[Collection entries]

import { requirePageRole } from '@/lib/auth/guard';
import { listAudit, parseAuditQuery, type AuditQuery } from '@/lib/admin';
import { HttpError } from '@/lib/errors';
import { AuditTable } from '@/components/admin/AuditTable';
import { Providers } from '@/components/Providers';

export const metadata = { title: 'Audit log' };

type Props = { searchParams: Promise<Record<string, string | string[] | undefined>> };

export default async function AuditPage({ searchParams }: Props) {
  await requirePageRole('/admin/audit', 'admin');
  let q: AuditQuery = {};
  let queryError: string | null = null;
  try {
    q = parseAuditQuery(await searchParams);
  } catch (err) {
    if (!(err instanceof HttpError)) throw err;
    queryError = err.message;
  }
  const initial = await listAudit(q);
  return (
    <div className="space-y-6">
      <header className="space-y-1">
        <h1>Audit log</h1>
        <p className="text-sm text-ink-600">
          Who did what, newest first. Times in UTC; the address is the client’s as the trusted proxy reported it (empty when the app runs without one).
        </p>
      </header>
      {queryError && <p role="alert" className="field-error">{queryError} Showing the whole log.</p>}
      <Providers>
        <AuditTable initial={initial} />
      </Providers>
    </div>
  );
}
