def _check_labels(labels, n: int, n_positions: int, name: str, allow_unknown: bool = False) -> np.ndarray:
    arr = np.asarray(labels)
    if arr.shape != (n,):
        raise UsageError(f"{name} needs one label per actor ({n}); got shape {arr.shape}")
    if arr.size and not np.issubdtype(arr.dtype, np.integer):
        if not np.all(np.equal(np.mod(arr, 1), 0)):
            raise UsageError(f"{name} must be whole numbers")
    arr = arr.astype(np.int64)
    low = -1 if allow_unknown else 0
    if arr.size and (arr.min() < low or arr.max() >= n_positions):
        raise UsageError(
            f"{name} must lie in {low} .. {n_positions - 1}"
            + (" (-1 = unknown)" if allow_unknown else "")
        )
    return arr
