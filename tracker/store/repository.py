"""Every query roletrail makes: the one place that speaks SQL.

The :class:`Store` wraps an SQLAlchemy engine.  Each method that writes runs in
one transaction, so a failure (bad row, crash, concurrent writer) leaves the
study as it was.  Methods return plain Python objects, numpy arrays, pandas
frames or :class:`tracker.snapshot.Snapshot` objects; no SQL escapes this module.
"""

from __future__ import annotations

import itertools
import json
from contextlib import contextmanager
from datetime import datetime, timezone
from typing import Iterable, Iterator, Sequence

import numpy as np
import pandas as pd
from sqlalchemy import and_, case, delete, func, insert, literal, or_, select, update
from sqlalchemy.engine import Connection, Engine
from sqlalchemy.ext.compiler import compiles
from sqlalchemy.sql.elements import ColumnElement
from sqlalchemy.sql.visitors import InternalTraversal

from tracker.errors import StoreError, UsageError
from tracker.ingest.periods import PeriodScheme, column_sort_keys, parse_scheme_name
from tracker.snapshot import Relation, Snapshot, build_snapshot
from tracker.store.database import write_transaction
from tracker.store.models import (
    Actor, ActorAlias, AlignmentRow, Batch, Block, Event, Fit, FitPeriod, Membership, Move, Period, RelationRow,
    Setting, Tie, Track, TrackLink, TrackPosition,
)

__all__ = ["Store", "ImportReport"]

_IN_CHUNK = 500  # bound on parameters in one IN (...) list


def _now() -> datetime:
    return datetime.now(timezone.utc).replace(tzinfo=None, microsecond=0)


class ImportReport(dict):
    """What an import did: batch id, rows read and loaded, self-ties dropped, new actors..."""
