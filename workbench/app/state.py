"""The dashboard's state: plain ``param.Parameterized`` classes with no Panel import.

Three kinds of state live here, each testable without a browser and usable in a notebook:

- :class:`ScenarioState`: the scenario being edited. Every edit is applied to a copy of the scenario's
  TOML tables and validated at once by :func:`workbench.scenario.parse.scenario_from_dict`. A valid edit becomes
  the scenario in effect; an invalid one leaves the last valid scenario in effect and records the one-line
  error and the section it came from, so the view can show it next to the field. The TOML text the user
  typed is never overwritten by a failed edit.
- :class:`SimulationJob` and :class:`PlanJob`: a background run of :func:`workbench.analysis.simulate` or
  :func:`workbench.analysis.plan` with progress, cancel and a cache keyed by the scenario text (which holds the
  study settings), so going back to an earlier scenario shows its results at once.
- :class:`SampleState`: one simulated dataset for the one-dataset view.

:class:`Workbench` ties them together: when the scenario changes, a linear-Gaussian scenario is re-run at
once with the exact engine (it is fast); other scenarios wait for :meth:`Workbench.run`.

Examples
--------
>>> wb = Workbench(preset="common_cause", live=False)
>>> wb.scenario_state.scenario.question.exposure
'fertiliser'
>>> wb.scenario_state.set_arrow(0, effect="lots")
False
>>> wb.scenario_state.error
"arrows[1].effect: must be a number, got a string 'lots'"
>>> wb.scenario_state.scenario.arrows[0].effect
0.6
"""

*Task instructions*: Which lines above hold the word "size"? Copy each of them.

*Task response*:
    if arr.size and not np.issubdtype(arr.dtype, np.integer):
    if arr.size and (arr.min() < low or arr.max() >= n_positions):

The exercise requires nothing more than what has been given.